By analyzing the displacement values in the load zone, regarding the configuration aspect, it is noticeable that the B50 configuration has lower displacement values compared to the C50 configuration for the stainless steel frame. For the carbon frame, the results give the opposite conclusion, i.e., the B50 configuration has greater displacement values compared to C50.

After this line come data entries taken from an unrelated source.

"""The run's three records (journal, database, manifest) checked against each other on read.

When a session ends, the manifest records what the journal and the database held: the journal's
entries and bytes, the database's devices and a SHA-256 of their identities and results. Every
command that reads a run checks these first, so a device deleted from results.sqlite, a journal
line removed, or a verdict edited in the database is named instead of shown as if measured.
This catches an accident or a naive edit, not a forger (the manifest is not signed). A run that
never ended (a crash) has no such record yet: its resume brings the files together first.
"""

from __future__ import annotations

import hashlib
import json
import sqlite3
from pathlib import Path
from typing import Any

from sequencer.model.errors import StoreReadError

JOURNAL_FILE = "journal.jsonl"
RECORD_KEY = "records"  # in manifest.json
MANIFEST_FILE = "manifest.json"
# What a device's result is: changing any of these in the database changes the digest. Each
# entry lists the names a column has had (values, not names, go into the digest).
_RESULT_COLUMNS = (("seq",), ("pass", "round"), ("device",), ("channel",), ("verdict",),
                   ("classification",), ("reasons",), ("hard_bin",), ("bin_class",),
                   ("soft_bin",), ("regulated_current_A",))  # fmt: skip


def records(folder: Path, db: sqlite3.Connection) -> dict[str, Any]:
    """What the journal and the database hold now, for the manifest."""
    path = folder / JOURNAL_FILE
    journal_bytes = path.stat().st_size if path.exists() else 0
    count, digest = _devices(db)
    return {
        "last_entry": _last_seq(db),
        "journal_bytes": journal_bytes,
        "journal_sha256": _file_digest(path),
        "devices": count,
        "devices_sha256": digest,
    }


def _file_digest(path: Path) -> str:
    """SHA-256 of the journal's bytes: an edit that keeps the size (`fail` made `pass`, one
    digit changed) is caught too. Read a MiB at a time; about 1 s per GB here."""
    digest = hashlib.sha256()
    try:
        with open(path, "rb") as f:
            while block := f.read(1 << 20):
                digest.update(block)
    except FileNotFoundError:
        pass
    return digest.hexdigest()


def check_records(folder: Path, manifest: dict[str, Any], db: sqlite3.Connection) -> None:
    """Refuse (StoreReadError) a run whose files no longer hold what its end recorded."""
    recorded = manifest.get(RECORD_KEY)
    if not isinstance(recorded, dict) or manifest.get("status") == "running":
        return  # an older ccbench's run, or a session still going (or crashed: resume first)
    now = records(folder, db)
    for key, what in (
        ("journal_bytes", f"{JOURNAL_FILE} is not the size"),
        ("journal_sha256", f"{JOURNAL_FILE} does not hold the bytes"),
        ("devices", "results.sqlite does not hold the number of devices"),
        ("devices_sha256", "results.sqlite's results are not those"),
        ("last_entry", "results.sqlite's last entry is not the one"),
    ):
        if key in recorded and recorded[key] != now[key]:  # older runs lack the journal's
            raise StoreReadError(
                f"{folder}: the run's records disagree: {what} recorded when the run ended "
                f"({key}: {_short(recorded.get(key))} then, {_short(now[key])} now); "
                "keep the folder as it is and compare journal.jsonl with results.sqlite"
            )


def check_folder(folder: Path, db: sqlite3.Connection) -> None:
    """`check_records` with the folder's own manifest (none, or unreadable: nothing to check;
    the commands that need the manifest say so themselves)."""
    try:
        manifest = json.loads((folder / MANIFEST_FILE).read_text(encoding="utf-8"))
    except (OSError, ValueError):
        return
    if isinstance(manifest, dict):
        check_records(folder, manifest, db)


def _devices(db: sqlite3.Connection) -> tuple[int, str]:
    have = {row[1] for row in db.execute("PRAGMA table_info(device)")}
    columns = [next((n for n in names if n in have), "NULL") for names in _RESULT_COLUMNS]
    quoted = ", ".join("NULL" if c == "NULL" else f'"{c}"' for c in columns)
    digest = hashlib.sha256()
    count = 0
    for row in db.execute(f"SELECT {quoted} FROM device ORDER BY seq, device"):
        digest.update(repr(row).encode())
        count += 1
    return count, digest.hexdigest()


def _last_seq(db: sqlite3.Connection) -> int:
    return int(db.execute("SELECT COALESCE(MAX(seq), 0) FROM device").fetchone()[0])


def _short(value: Any) -> str:
    text = str(value)
    return text[:12] if len(text) > 12 else text
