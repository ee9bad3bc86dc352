"""Run folders as one pandas table: every stored device with the run it belongs to.

Files are only read here, never migrated or otherwise changed: a run folder of any schema
version is read with the columns it has (a file from before repeated rounds has round 1;
`pass`, the round's name before schema 8, is read as `round`).
Written out as CSV or as Parquet (pyarrow), in the same columns.
"""

from __future__ import annotations

import datetime as dt
import fnmatch
import sqlite3
from collections.abc import Iterable
from dataclasses import dataclass
from pathlib import Path

import pandas as pd

from sequencer.model.errors import RecipeError, StoreError, StoreReadError
from sequencer.store.crosscheck import check_folder
from sequencer.store.frames import read_frame
from sequencer.store.oldnames import current_frame, round_column
from sequencer.store.readonly import open_for_reading

DATABASE_FILE = "results.sqlite"
RUN_COLUMNS = {  # column of the run table -> its name in the merged table
    "uid": "run",
    "lot": "lot",
    "product": "product",
    "station": "station",
    "operator": "operator",
    "started": "run_started",
    "status": "run_status",
    "identity": "identity",
    "recipe_sha256": "recipe_sha256",
}


@dataclass(frozen=True)
class Filter:
    """Which devices to keep. Lot and product take shell wildcards (`FK2611-*`), matched
    without regard to case; `since` keeps devices measured at or after it."""

    lot: str | None = None
    product: str | None = None
    since: dt.datetime | None = None
    verdict: str | None = None
    dry_runs: bool = False  # the shared database: runs on the simulator only when asked for


def find_runs(folders: Iterable[Path], under: Path | None = None) -> list[Path]:
    """The named run folders, and every run folder below `under`, in path order."""
    found = []
    for folder in folders:
        if not (folder / DATABASE_FILE).is_file():
            raise StoreError(f"{folder}: not a run folder (no {DATABASE_FILE})")
        found.append(folder)
    if under is not None:
        if not under.is_dir():
            raise StoreError(f"{under}: no such folder")
        found += sorted(p.parent for p in under.rglob(DATABASE_FILE))
    return list(dict.fromkeys(found))


def load_run(folder: Path) -> pd.DataFrame:
    """Every device of one run folder with its run's columns, in the order measured."""
    path = folder / DATABASE_FILE
    try:
        db = open_for_reading(path)
        try:
            check_folder(folder, db)
            return _query(db, folder)
        finally:
            db.close()
    except (sqlite3.Error, pd.errors.DatabaseError) as exc:
        raise StoreReadError(f"{path}: cannot be read ({exc})") from None


def _query(db: sqlite3.Connection, folder: Path) -> pd.DataFrame:
    run_cols = {row[1] for row in db.execute("PRAGMA table_info(run)")}
    picked = [f"run.{c} AS {name}" for c, name in RUN_COLUMNS.items() if c in run_cols]
    device_cols = [row[1] for row in db.execute("PRAGMA table_info(device)")]
    if not run_cols or not device_cols:  # an empty file, or a killed run's WAL lost
        missing = "run" if not run_cols else "device"
        raise sqlite3.DatabaseError(f"no {missing} table: the file is empty or damaged")
    rounds = round_column(db)
    order = f'device."{rounds}", device.seq' if rounds and "seq" in device_cols else "device.rowid"
    wanted = [f'device."{c}"' for c in device_cols if c != "run_id"]
    frame = read_frame(
        db,
        f"SELECT {', '.join(picked + wanted)} FROM device JOIN run ON device.run_id = run.id "
        f"ORDER BY run.id, {order}",
    )
    frame = current_frame(frame)
    frame.insert(0, "folder", str(folder))
    if "round" not in frame:
        frame.insert(frame.columns.get_loc("device") + 1, "round", 1)
    if "run" not in frame:
        frame.insert(0, "run", folder.name)
    return frame


def merge_runs(folders: Iterable[Path], keep: Filter = Filter()) -> pd.DataFrame:
    """One table of the devices of every folder that pass the filter (one run at a time in
    memory besides the result)."""
    parts = [select(load_run(folder), keep) for folder in folders]
    parts = [p for p in parts if not p.empty]
    if not parts:
        return pd.DataFrame(columns=["folder", "run", "lot", "product", "device", "round"])
    return pd.concat(parts, ignore_index=True)


def select(frame: pd.DataFrame, keep: Filter) -> pd.DataFrame:
    mask = pd.Series(True, index=frame.index)
    for column, pattern in (("lot", keep.lot), ("product", keep.product)):
        if pattern is not None:
            mask &= frame[column].fillna("").map(lambda v, p=pattern: _matches(v, p))
    if keep.verdict is not None:
        mask &= frame["verdict"] == keep.verdict
    if keep.since is not None:
        mask &= _when(frame) >= pd.Timestamp(keep.since)
    return frame[mask]


def _matches(value: str, pattern: str) -> bool:
    return fnmatch.fnmatchcase(str(value).casefold(), pattern.casefold())


def _when(frame: pd.DataFrame) -> pd.Series:
    """When each device was measured (the run's start for files that lack the time)."""
    measured = frame["measured"] if "measured" in frame else frame["run_started"]
    stamps = measured.fillna(frame["run_started"])
    return pd.to_datetime(stamps, utc=True, format="ISO8601", errors="coerce")


def parse_since(text: str) -> dt.datetime:
    """A date or date-time in ISO 8601; without a zone it is local time."""
    try:
        when = dt.datetime.fromisoformat(text)
    except ValueError:
        raise RecipeError(
            "command line", None, "--since", f"must be a date like 2026-05-01 (got {text!r})"
        ) from None
    if when.tzinfo is None:
        when = when.astimezone()  # local time, as the operator reads the clock
    return when.astimezone(dt.UTC)


def write_table(frame: pd.DataFrame, path: Path, kind: str) -> None:
    """Write the merged table as 'csv' or 'parquet' (pyarrow)."""
    try:
        if kind == "parquet":
            frame.to_parquet(path, engine="pyarrow", index=False)
        else:
            frame.to_csv(path, index=False)
    except OSError as exc:
        raise StoreError(f"{path}: cannot be written ({exc.strerror or exc})") from None
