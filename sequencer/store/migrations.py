"""The results.sqlite schema as a list of forward steps; PRAGMA user_version says how far a file is.

A new database runs every step from 0, an old one the steps it lacks, so there is one path to
each version and a file written by any earlier ccbench opens in this one. Each step is frozen
once released: a change to the schema is a new step at the end, never an edit of an old one.
Each step runs in one transaction with the version bump, so a crash mid-step leaves the file at
the version before it.
"""

from __future__ import annotations

import sqlite3
from collections.abc import Callable, Iterator
from contextlib import contextmanager, suppress

from sequencer.model.errors import StoreError
from sequencer.model.judgesettings import FIGURES

# Version 1, as the first release wrote it (four figures, one device per lot position).
V1 = """
CREATE TABLE run (
    id INTEGER PRIMARY KEY,
    started TEXT NOT NULL, finished TEXT, status TEXT NOT NULL,
    product TEXT, lot TEXT, operator TEXT, host TEXT, software_version TEXT,
    recipe_file TEXT, recipe_sha256 TEXT, recipe_text TEXT,
    station TEXT, station_text TEXT, resource TEXT, identity TEXT, simulator TEXT
);
CREATE TABLE device (
    run_id INTEGER NOT NULL REFERENCES run(id),
    device TEXT NOT NULL, channel INTEGER, verdict TEXT NOT NULL,
    classification TEXT, reasons TEXT,
    regulated_current_A REAL, regulated_current_u_A REAL, regulated_current_at_least INTEGER,
    limiting_voltage_V REAL, limiting_voltage_u_V REAL, limiting_voltage_at_least INTEGER,
    dynamic_impedance_ohm REAL, dynamic_impedance_u_ohm REAL, dynamic_impedance_at_least INTEGER,
    knee_impedance_ohm REAL, knee_impedance_u_ohm REAL, knee_impedance_at_least INTEGER,
    PRIMARY KEY (run_id, device)
);
CREATE TABLE point (
    run_id INTEGER NOT NULL, device TEXT NOT NULL, idx INTEGER NOT NULL,
    step TEXT, level_V REAL, voltage_V REAL, current_A REAL, time_s REAL,
    in_compliance INTEGER,
    PRIMARY KEY (run_id, device, idx),
    FOREIGN KEY (run_id, device) REFERENCES device(run_id, device)
);
"""


def _v1(db: sqlite3.Connection) -> None:
    for statement in V1.split(";"):
        if statement.strip():
            db.execute(statement)


def _v2(db: sqlite3.Connection) -> None:
    """Bins, and the reverse and peak figures (each with its uncertainty and lower-bound flag)."""
    columns = ["hard_bin INTEGER", "bin_class TEXT", "soft_bin TEXT"]
    for name, unit in (("reverse_current", "A"), ("peak_current", "A"), ("peak_dissipation", "W")):
        columns += [f"{name}_{unit} REAL", f"{name}_u_{unit} REAL", f"{name}_at_least INTEGER"]
    for column in columns:
        db.execute(f"ALTER TABLE device ADD COLUMN {column}")


def _v3(db: sqlite3.Connection) -> None:
    """Repeated passes (the pass number joins the device key), sessions (each start or resume
    of a run, with the instrument and recipe it ran under), and the journal's sequence number
    and time of each device."""
    for column in ("uid TEXT", "simulator_seed INTEGER", "schedule TEXT"):
        db.execute(f"ALTER TABLE run ADD COLUMN {column}")
    db.execute(
        """CREATE TABLE session (
            run_id INTEGER NOT NULL REFERENCES run(id), session INTEGER NOT NULL,
            started TEXT NOT NULL, finished TEXT, status TEXT NOT NULL,
            pid INTEGER, host TEXT, operator TEXT, software_version TEXT,
            recipe_sha256 TEXT, recipe_text TEXT, station_text TEXT,
            resource TEXT, identity TEXT,
            PRIMARY KEY (run_id, session))"""
    )
    db.execute(
        """INSERT INTO session (run_id, session, started, finished, status, host, operator,
            software_version, recipe_sha256, recipe_text, station_text, resource, identity)
        SELECT id, 1, started, finished, status, host, operator, software_version,
            recipe_sha256, recipe_text, station_text, resource, identity FROM run"""
    )
    added = ["pass INTEGER NOT NULL DEFAULT 1", "session INTEGER NOT NULL DEFAULT 1"]
    added += ["seq INTEGER", "measured TEXT", "pass_started TEXT"]
    _rekey(db, "device", added, "run_id, pass, device", "")
    fk = ", FOREIGN KEY (run_id, pass, device) REFERENCES device(run_id, pass, device)"
    _rekey(db, "point", ["pass INTEGER NOT NULL DEFAULT 1"], "run_id, pass, device, idx", fk)
    db.execute("UPDATE device SET seq = rowid")
    db.execute("CREATE INDEX device_by_seq ON device (run_id, seq)")


def _rekey(db: sqlite3.Connection, table: str, added: list[str], key: str, extra: str) -> None:
    """Copy `table` into a new one with `added` columns and primary key `key` (SQLite cannot
    change a key in place); every column it had is carried over, whatever later steps added."""
    old = [(row[1], row[2]) for row in db.execute(f"PRAGMA table_info({table})")]
    columns = [f"{name} {kind}" for name, kind in old] + added
    db.execute(f"CREATE TABLE {table}_new ({', '.join(columns)}, PRIMARY KEY ({key}){extra})")
    names = ", ".join(name for name, _ in old)
    db.execute(f"INSERT INTO {table}_new ({names}) SELECT {names} FROM {table}")
    db.execute(f"DROP TABLE {table}")
    db.execute(f"ALTER TABLE {table}_new RENAME TO {table}")


def _v4(db: sqlite3.Connection) -> None:
    """Part-by-part testing: whether an attempt became its part's result when it was stored
    (1 or 0; NULL for a device of a tray run, which is its own result). sequencer.recipe.retest"""
    db.execute("ALTER TABLE device ADD COLUMN standing INTEGER")


def _v5(db: sqlite3.Connection) -> None:
    """How each session ended, in words: the run's last line on screen (what stopped it, how
    the output was left), kept where the screen may have been gone (a closed terminal)."""
    db.execute("ALTER TABLE session ADD COLUMN ended TEXT")


def _v6_temperatures(db: sqlite3.Connection) -> None:
    """Characterisation over temperature: the chamber set point a device was measured at, and
    what the chamber's and the fixture's sensors read once it was stable (degC; NULL for a run
    without a chamber, or a station without a fixture sensor). sequencer.run.soak"""
    for column in ("set_point_C", "chamber_C", "fixture_C"):
        db.execute(f"ALTER TABLE device ADD COLUMN {column} REAL")


def _coverage_factors(db: sqlite3.Connection) -> None:
    """Per figure the coverage factor k of U = k u and the effective degrees of freedom of u
    (JCGM 100:2008 G.4); NULL in devices judged before (they used the recipe's fixed k)."""
    for name in FIGURES:
        db.execute(f"ALTER TABLE device ADD COLUMN {name}_k REAL")
        db.execute(f"ALTER TABLE device ADD COLUMN {name}_dof REAL")


def _rounds(db: sqlite3.Connection) -> None:
    """The repetition number is called `round`, a word no one reads as a verdict (it was
    `pass`, beside the verdict "pass"); SQLite carries the rename into keys and indexes."""
    for table, old, new in RENAMED:
        have = {row[1] for row in db.execute(f"PRAGMA table_info({table})")}
        if old in have:  # rejudge_device exists only where a run was re-judged
            db.execute(f'ALTER TABLE {table} RENAME COLUMN "{old}" TO "{new}"')


# (table, name up to version 7, name from version 8)
RENAMED = (
    ("device", "pass", "round"),
    ("device", "pass_started", "round_started"),
    ("point", "pass", "round"),
    ("rejudge_device", "pass", "round"),
)


MIGRATIONS: tuple[Callable[[sqlite3.Connection], None], ...] = (
    _v1,
    _v2,
    _v3,
    _v4,
    _v5,
    _v6_temperatures,
    _coverage_factors,
    _rounds,
)
LATEST = len(MIGRATIONS)


def version(db: sqlite3.Connection) -> int:
    return int(db.execute("PRAGMA user_version").fetchone()[0])


def migrate(db: sqlite3.Connection, where: str) -> tuple[int, int]:
    """Bring `db` to LATEST, one transaction per step; returns (version before, after).
    A file from a newer ccbench is refused: its steps are unknown here."""
    before = version(db)
    if before > LATEST:
        raise StoreError(
            f"{where}: schema version {before} is newer than this ccbench knows ({LATEST}); "
            "open it with a newer ccbench"
        )
    for number in range(before + 1, LATEST + 1):
        with transaction(db):
            MIGRATIONS[number - 1](db)
            db.execute(f"PRAGMA user_version = {number}")
    return before, LATEST


@contextmanager
def transaction(db: sqlite3.Connection) -> Iterator[sqlite3.Connection]:
    """One explicit transaction (connections are opened in autocommit mode, isolation_level
    None, so that what is inside a transaction is what this block says)."""
    db.execute("BEGIN IMMEDIATE")
    try:
        yield db
    except BaseException:
        if db.in_transaction:  # SQLite may have rolled back already (a full disk, for one)
            with suppress(sqlite3.Error):
                db.execute("ROLLBACK")
        raise
    db.execute("COMMIT")
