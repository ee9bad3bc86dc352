"""Continuing an interrupted run: what the folder holds, brought up to date from the journal.

The journal is the record of truth. A crash can leave it with a torn last line (dropped), and
the database and CSV behind it by the device whose journal line was fsynced just before the
crash (redone from the journal here, so that nothing is stored twice and nothing is lost).
What is left to do is read from the database afterwards: the devices of the last round that
have no complete result (never measured, or aborted) are measured again.
"""

from __future__ import annotations

import datetime as dt
import os
import sqlite3
from dataclasses import dataclass
from pathlib import Path
from typing import Any

from sequencer.model.errors import StoreError
from sequencer.store import database as dbase
from sequencer.store.journal import append_rebuilt, read_entries, recover
from sequencer.store.runfolder import FolderRefused

JOURNAL_FILE = "journal.jsonl"
DATABASE_FILE = "results.sqlite"


@dataclass(frozen=True)
class Progress:
    """Where a run stands when a session starts: the round to continue, its channels with a
    complete result, when that round and the run began, how many devices are stored, and what
    the resume found (lines for the screen)."""

    session: int = 1
    round_no: int = 1
    done: frozenset[int] = frozenset()
    round_started: str | None = None
    run_started: str = ""
    stored: int = 0
    notes: tuple[str, ...] = ()


def check_recipe(folder: Path, stored: dict[str, Any], new: dict[str, Any], accept: bool) -> str:
    """Refuse to continue under another recipe or station unless `accept`, or for another lot
    at all (a lot is what the results are filed under); returns a note."""
    old_lot, new_lot = stored.get("lot"), new.get("lot")
    if old_lot is not None and new_lot is not None and old_lot != new_lot:
        raise FolderRefused(
            folder, f"holds lot {old_lot!r}, not {new_lot!r}; resume it with --lot {old_lot!r}"
        )
    old_digest, new_digest = stored.get("recipe_sha256"), new.get("recipe_sha256")
    if old_digest == new_digest:
        return ""
    if not accept:
        raise FolderRefused(
            folder,
            f"was started with another recipe or station (sha256 {str(old_digest)[:12]}, now "
            f"{str(new_digest)[:12]}); add --accept-changed-recipe to continue it with this one",
        )
    return (
        f"continuing with a changed recipe or station (sha256 {str(old_digest)[:12]} -> "
        f"{str(new_digest)[:12]}); the session records which devices were measured under it"
    )


def open_or_rebuild(folder: Path, manifest: dict[str, Any]) -> tuple[sqlite3.Connection, int, str]:
    """Open results.sqlite, or set a damaged one aside and start it again (the journal fills
    it). Returns the connection, the run id and a note ('' when all was well)."""
    path = folder / DATABASE_FILE
    note = ""
    try:
        db = dbase.open_database(path)
    except StoreError:
        if not path.exists():
            raise
        aside = path.with_name(f"{DATABASE_FILE}.damaged-{dt.datetime.now():%Y%m%d-%H%M%S}")
        _move_aside(path, aside)
        note = f"{path.name} could not be opened; kept as {aside.name} and rebuilt from the journal"
        db = dbase.open_database(path)
    run_id = dbase.the_run(db)
    if run_id is None:
        run_id = dbase.insert_run(db, manifest)
    return db, run_id, note


def _move_aside(path: Path, aside: Path) -> None:
    for suffix in ("", "-wal", "-shm"):
        part = Path(str(path) + suffix)
        if part.exists():
            os.replace(part, Path(str(aside) + suffix))


def journal_notes(folder: Path, db: sqlite3.Connection, run_id: int) -> tuple[int, str]:
    """Cut off a torn last line; returns the last good sequence number and a note. Nothing is
    changed before the journal and the database are known to fit: a torn last line whose entry
    the database holds (the line was damaged after both were written) is written again from
    the database; a database ahead of the journal otherwise is a hand's doing, refused."""
    path = folder / JOURNAL_FILE
    found = recover(path, cut=False)
    have = dbase.last_seq(db, run_id)
    if have > found.last_seq:
        torn_one = found.dropped and have == found.last_seq + 1
        lost = dbase.journal_entry(db, run_id, have) if torn_one else None
        if lost is None:
            raise StoreError(
                f"{folder}: {DATABASE_FILE} holds entries up to {have}, {JOURNAL_FILE} ends at "
                f"entry {found.last_seq}; the folder was changed by hand, keep it as it is"
            )
        recover(path)
        append_rebuilt(path, [lost])
        return have, (
            f"{JOURNAL_FILE}: its torn last line (entry {have}) was written again from "
            f"{DATABASE_FILE}, which holds it"
        )
    note = ""
    if found.dropped:
        recover(path)
        note = (
            f"{JOURNAL_FILE}: dropped a torn last line ({len(found.dropped)} bytes) left by the "
            f"crash; the {found.entries} entries before it are kept"
        )
    return found.last_seq, note


def catch_up(db: sqlite3.Connection, run_id: int, folder: Path, journal_seq: int) -> int:
    """Store every journal entry the database lacks, in order; returns how many."""
    have = dbase.last_seq(db, run_id)
    if have > journal_seq:
        raise StoreError(
            f"{folder}: {DATABASE_FILE} holds devices that {JOURNAL_FILE} does not "
            f"(entry {have} > {journal_seq}); the folder was changed by hand, keep it as it is"
        )
    applied = 0
    path = folder / JOURNAL_FILE
    if have < journal_seq:
        for entry in read_entries(path):
            if entry["seq"] > have:
                dbase.write_device(db, run_id, entry)
                applied += 1
    return applied


def progress(
    db: sqlite3.Connection, run_id: int, session: int, run_started: str, notes: list[str]
) -> Progress:
    """The round to continue and its channels with a complete result (not aborted)."""
    last = db.execute("SELECT MAX(round) FROM device WHERE run_id = ?", (run_id,)).fetchone()[0]
    stored = db.execute("SELECT COUNT(*) FROM device WHERE run_id = ?", (run_id,)).fetchone()[0]
    if last is None:
        return Progress(session, 1, frozenset(), None, run_started, 0, tuple(notes))
    done = db.execute(
        "SELECT channel FROM device WHERE run_id = ? AND round = ? AND verdict != 'aborted'",
        (run_id, last),
    ).fetchall()
    started = db.execute(
        "SELECT MIN(round_started) FROM device WHERE run_id = ? AND round = ?", (run_id, last)
    ).fetchone()[0]
    channels = frozenset(int(c) for (c,) in done)
    return Progress(session, int(last), channels, started, run_started, int(stored), tuple(notes))


def session_info(number: int, new: dict[str, Any], run: dict[str, Any]) -> dict[str, Any]:
    """One start or resume of the run, as the manifest and the session table keep it; the
    recipe and station text only when they differ from the run's."""
    info: dict[str, Any] = {"session": number, "status": "running", "pid": os.getpid()}
    for key in ("started", "host", "operator", "software_version", "resource", "recipe_sha256"):
        info[key] = new.get(key)
    if new.get("recipe_sha256") != run.get("recipe_sha256"):
        info["recipe_text"] = new.get("recipe_text")
        info["station_text"] = new.get("station_text")
    return info
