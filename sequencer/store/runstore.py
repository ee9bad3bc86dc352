"""The run folder: a journal line per device (flushed and fsynced) first, then SQLite, then CSV.

Layout of a run folder:
    run.lock         held (flock, with the folder itself) by the run using it; names its pid
                     and host
    manifest.json    the run: recipe and station text, hash, instrument, software, sessions
    journal.jsonl    one JSON object per device, the first place a result is written
    results.sqlite   tables run, session, device, point (schema version in PRAGMA user_version)
    devices.csv      one row per device and round, figures with their uncertainties beside them
    scpi.log         every SCPI exchange with a timestamp (written by the driver's spy)

A device's key is (round, device): a repeated run measures each tray position once per round.
"""

from __future__ import annotations

import csv
import math
import os
import sqlite3
import uuid
from dataclasses import dataclass, field, replace
from pathlib import Path
from typing import IO, Any

from sequencer.judge.engine import Judgement
from sequencer.model.curve import Curve
from sequencer.model.errors import StoreError
from sequencer.model.judgesettings import FIGURE_UNIT, FIGURES
from sequencer.store import database as dbase
from sequencer.store.crosscheck import RECORD_KEY, records
from sequencer.store.journal import Journal, encode_floats
from sequencer.store.migrations import LATEST
from sequencer.store.resume import (
    Progress,
    catch_up,
    check_recipe,
    journal_notes,
    open_or_rebuild,
    progress,
    session_info,
)
from sequencer.store.runfolder import (
    FolderLock,
    FolderRefused,
    clear_run,
    holds_run,
    never_reached,
    read_manifest,
    unwritable,
    utc_now,
    write_manifest,
)

# 2: bins, reverse and peak figures; 3: rounds; 4: standing; 5: ended; 8: `pass` -> `round`
SCHEMA_VERSION = LATEST
UNITS = FIGURE_UNIT
BIN_COLUMNS = ["hard_bin", "bin_class", "soft_bin"]


def figure_columns() -> list[str]:
    cols = []
    for name in FIGURES:
        unit = UNITS[name]
        cols += [f"{name}_{unit}", f"{name}_u_{unit}", f"{name}_at_least"]
        cols += [f"{name}_k", f"{name}_dof"]
    return cols


CSV_COLUMNS = [
    "device",
    "channel",
    "verdict",
    *BIN_COLUMNS,
    *figure_columns(),
    "classification",
    "reasons",
]
# devices.csv: a device row with its round number and the time it was measured
RUN_CSV_COLUMNS = ["device", "round", *CSV_COLUMNS[1:], "measured"]


def _num(x: float) -> float | None:
    return x if math.isfinite(x) else None


def device_row(judgement: Judgement, channel: int) -> dict[str, Any]:
    row: dict[str, Any] = {"device": judgement.device, "channel": channel}
    row["verdict"] = judgement.verdict
    row["hard_bin"] = judgement.hard_bin
    row["bin_class"] = judgement.bin_class
    row["soft_bin"] = judgement.soft_bin
    for name in FIGURES:
        fig, unit = judgement.figures[name], UNITS[name]
        row[f"{name}_{unit}"] = _num(fig.value)
        row[f"{name}_u_{unit}"] = _num(fig.uncertainty)
        row[f"{name}_at_least"] = int(fig.at_least)
        row[f"{name}_k"] = _num(fig.coverage_factor)
        # JSON has no infinity: an empty dof beside a known u is infinite (Type B parts only).
        row[f"{name}_dof"] = _num(fig.dof)
    row["classification"] = judgement.classification
    row["reasons"] = "; ".join(judgement.notes)  # failing reasons, then guard-band notes
    return row


JOURNAL_FILE = "journal.jsonl"
DATABASE_FILE = "results.sqlite"
CSV_FILE = "devices.csv"
LOST = "ended unrecorded"  # a session whose process died (SIGKILL, power cut) before its end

If same displacement values are analyzed from the material aspect, it can be observed that fixation device with composite frame has much greater displacements compared to steel frame, which amount to about 38% (for the B50 configuration), i.e., 9.3% (for C50 configuration). By comparing the results of the transversal displacements for the bone segment models, regarding the device configuration aspect, it can be stated that for the steel frame case, the B50 configuration has lower displacement values than the C50 configuration. For the carbon frame case, opposite statements can be drawn.
By analyzing the transversal displacement results, from the frame material aspect, the same statements can be drawn for the load zone displacements. The carbon frame device has greater displacement values at the load zone, with an approximate value of 30% (B50 configuration), i.e., 15% (C50 configuration).
Stiffness of the fracture zone was determined on the basis of the relative bone segment models’ displacements at the fracture zone, while the Sarafix device stiffness was determined on the basis of the bone segment models’ displacements at the load zone. In the absence of greater rotations, plastic deformations and sliding conditions, which is a basic task for conservation of the fragment’s anatomic reduction, studies have shown that there is a linear correlation between the applied load and bone fragment displacements.
By analyzing the values of the device stiffnesses for the different configurations, it can be noted that stiffness values do not differ much in the case of the steel frame. Sama analysis performed for the case of the carbon frame shows that stiffness of the C50 configuration is 21% higher compared to the B50 configuration. Same statements are drawn for the fracture stiffness, as well. Stiffness values for the steel frame configurations are almost matching, while carbon fiber configurations are distinguished by a 10% greater fracture stiffness for the C50 configuration compared to the B50 configuration.
Regarding Equations (1) and (4), it is obvious that stiffness values for the carbon frame configurations are lower than values for the steel frame configurations, due to greater displacements at the load and fracture zones. By comparing the values from the
Table 2, it is noticeable that the carbon frame device configuration has 28% lower construction stiffness than the one with the steel frame (for the B50 configuration), i.e., 9% (for the C50 configuration). In addition, fracture stiffness values for the composite frame application are approximately 23% lower (B50 configuration), i.e., 13% lower (C50 configuration), compared to steel frame.
Analysis of the stress results on the critical zones of the construction leads to a following statement: the carbon frame device has about 33% lower stresses at the critical zones compared to the steel frame at the control zone MM+ and, similarly, 35% lower stresses at the control zone MM−.